• **YOUR TASK**:
Starting at the first line of the data below, repeat each line word for word up to and including the line with "N_CASES = 36".

• **DATASET ENTRIES**:
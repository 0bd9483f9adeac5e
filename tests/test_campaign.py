"""Campaign runner: reproducible bytes, resume after interruption, joblib and Dask equal the serial run."""
from __future__ import annotations

import hashlib
import json
import os
import re
from pathlib import Path

import numpy as np
import pandas as pd
import pytest
from scipy.stats import qmc

import waneguide.simulation.campaign as campaign_mod
from waneguide.core.errors import InputError, MissingInputError
from waneguide.features.io import read_capture
from waneguide.simulation.campaign import load_campaign, plan_campaign, run_campaign
from waneguide.simulation.export import export_campaign_captures
from waneguide.simulation.profiles import TRUTH_COLUMNS

N_CASES = 36
CHUNK = 8  # 5 chunks, the last one short


def _files(root: Path) -> dict[str, bytes]:
    return {str(p.relative_to(root)): p.read_bytes() for p in sorted(root.rglob("*")) if p.is_file()}


@pytest.fixture(scope="module")
def reference(tmp_path_factory, family_fb2):
    out = tmp_path_factory.mktemp("ref") / "camp"
    run_campaign(family_fb2, N_CASES, out, seed=7, chunk_size=CHUNK, progress=False)
    return out


def test_layout_and_contract(reference, family_fb2):
    camp = load_campaign(reference)
    assert sorted(p.name for p in reference.iterdir()) == ["cases.parquet", "chunks", "manifest.json"]
    assert sorted(p.name for p in (reference / "chunks").iterdir()) == [f"chunk_{k:05d}.npz" for k in range(5)]
    man = json.loads((reference / "manifest.json").read_text())
    assert man["status"] == "complete"
    assert man["family_fingerprint"] == family_fb2.fingerprint == camp.family_fingerprint
    assert man["seed"] == 7 and man["n_cases"] == N_CASES and man["code_version"]["waneguide"]
    assert camp.fingerprint == man["campaign_fingerprint"] and len(camp.fingerprint) == 16
    cases = camp.cases
    assert len(cases) == N_CASES and cases["case_id"].is_unique
    for col in ("case_id", "specimen_id", *TRUTH_COLUMNS, "temperature_c", "baseline_temperature_c", "snr_db"):
        assert col in cases.columns
    assert camp.sample_rate_hz == pytest.approx(10e6) and camp.pretrigger_s == pytest.approx(20e-6)
    # states_per_specimen = 4 in the demo family: specimens of 4 consecutive cases
    assert (cases.groupby("specimen_id").size() == 4).all()
    n_seen = 0
    for sl, waves, bases in camp.iter_chunks():
        assert waves.dtype == np.float32 and bases.dtype == np.float32
        assert waves.shape == bases.shape == (len(sl), family_fb2.acquisition.record_length)
        n_seen += len(sl)
        # one baseline per specimen, shared by its states; specimen-level columns agree
        for _, grp in sl.groupby("specimen_id"):
            rows = [sl.index.get_loc(i) for i in grp.index]
            for r in rows[1:]:
                np.testing.assert_array_equal(bases[r], bases[rows[0]])
            assert grp["baseline_temperature_c"].nunique() == 1 and grp["coupling_tx_db"].nunique() == 1
    assert n_seen == N_CASES
    cap, base = camp.capture(9), camp.baseline(9)
    assert cap.temperature_c == pytest.approx(cases["temperature_c"].iloc[9])
    assert base.temperature_c == pytest.approx(cases["baseline_temperature_c"].iloc[9])
    assert cap.path_id == base.path_id == cases["specimen_id"].iloc[9]
    assert not np.array_equal(cap.amplitude_v, base.amplitude_v)
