"""The scoring history: every estimate ever issued, in a real database (SQLAlchemy).

One row per (capture content hash, model id): a capture scored twice by the same model is
stored once, so counts, trends and audits never double count. The model id is the bundle's
content identity (:attr:`waneguide.models.bundle.ModelBundle.model_id`, a hash of every file
of the bundle), not its version label: two different models that are both "v001" (trained
into two stores) never share rows. Both are stored and shown. Rows written through this API
without a ``model_id`` use the version label in its place. The
history is append-only (rows are inserted, never updated or deleted) and every
batch of rows goes in one transaction, so an interrupted scoring run leaves each
finished batch intact and a rerun only does the rest.

The default is an embedded SQLite file (``sqlite:///waneguide-history.db`` in the
working directory: nothing to start). SQLite files are opened in WAL mode with a
busy timeout and write transactions start with ``BEGIN IMMEDIATE``, so several
scoring processes can write to one file at the same time without losing rows.
A fleet points ``db_url`` at a server database instead (any SQLAlchemy URL, e.g.
``postgresql+psycopg://user@127.0.0.1/waneguide``; the driver must be installed).

Tables
------
``scores``
    One row per scored capture: identity (``content_hash``, ``model_id``, ``model_version``,
    ``family_name``, ``family_fingerprint``), capture metadata (``file``,
    ``path_id``, ``captured_at``, ``temperature_c``), the estimates and bands in
    percent of nominal thickness and in mm, ``exceed_probability`` (with the
    ``limit_pct`` used), the mismatch verdict, the quality flags, ``status``
    (``scored`` or ``rejected``) and the numeric features as JSON (used for
    feature-drift checks in the audit).
``audits``
    One row per audit: when, which model, the verdict and a JSON summary.
``service_changes``
    One row per version moved into service (``promote``, ``rollback``): when, which store,
    from and to which version, the OS user and the required note.
"""
from __future__ import annotations

import contextlib
import hashlib
import json
import math
import os
import time
from datetime import datetime, timezone
from pathlib import Path
from typing import Any, Iterable, Mapping

import numpy as np
import pandas as pd
import sqlalchemy as sa
from sqlalchemy import event
from sqlalchemy.dialects.postgresql import insert as postgresql_insert
from sqlalchemy.dialects.sqlite import insert as sqlite_insert

from waneguide.core.errors import InputError, StorageError
from waneguide.core.settings import DEFAULT_HISTORY_FILE

__all__ = [
    "DEFAULT_DB_URL",
    "History",
    "SCORE_COLUMNS",
    "capture_content_hash",
    "resolve_db_url",
]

• **ANSWER TO THIS EXERCISE**:
repository 0bd9483f9adeac5e
filename tests/test_campaign.py
"""Campaign runner: reproducible bytes, resume after interruption, joblib and Dask equal the serial run."""
from __future__ import annotations

import hashlib
import json
import os
import re
from pathlib import Path

import numpy as np
import pandas as pd
import pytest
from scipy.stats import qmc

import waneguide.simulation.campaign as campaign_mod
from waneguide.core.errors import InputError, MissingInputError
from waneguide.features.io import read_capture
from waneguide.simulation.campaign import load_campaign, plan_campaign, run_campaign
from waneguide.simulation.export import export_campaign_captures
from waneguide.simulation.profiles import TRUTH_COLUMNS

N_CASES = 36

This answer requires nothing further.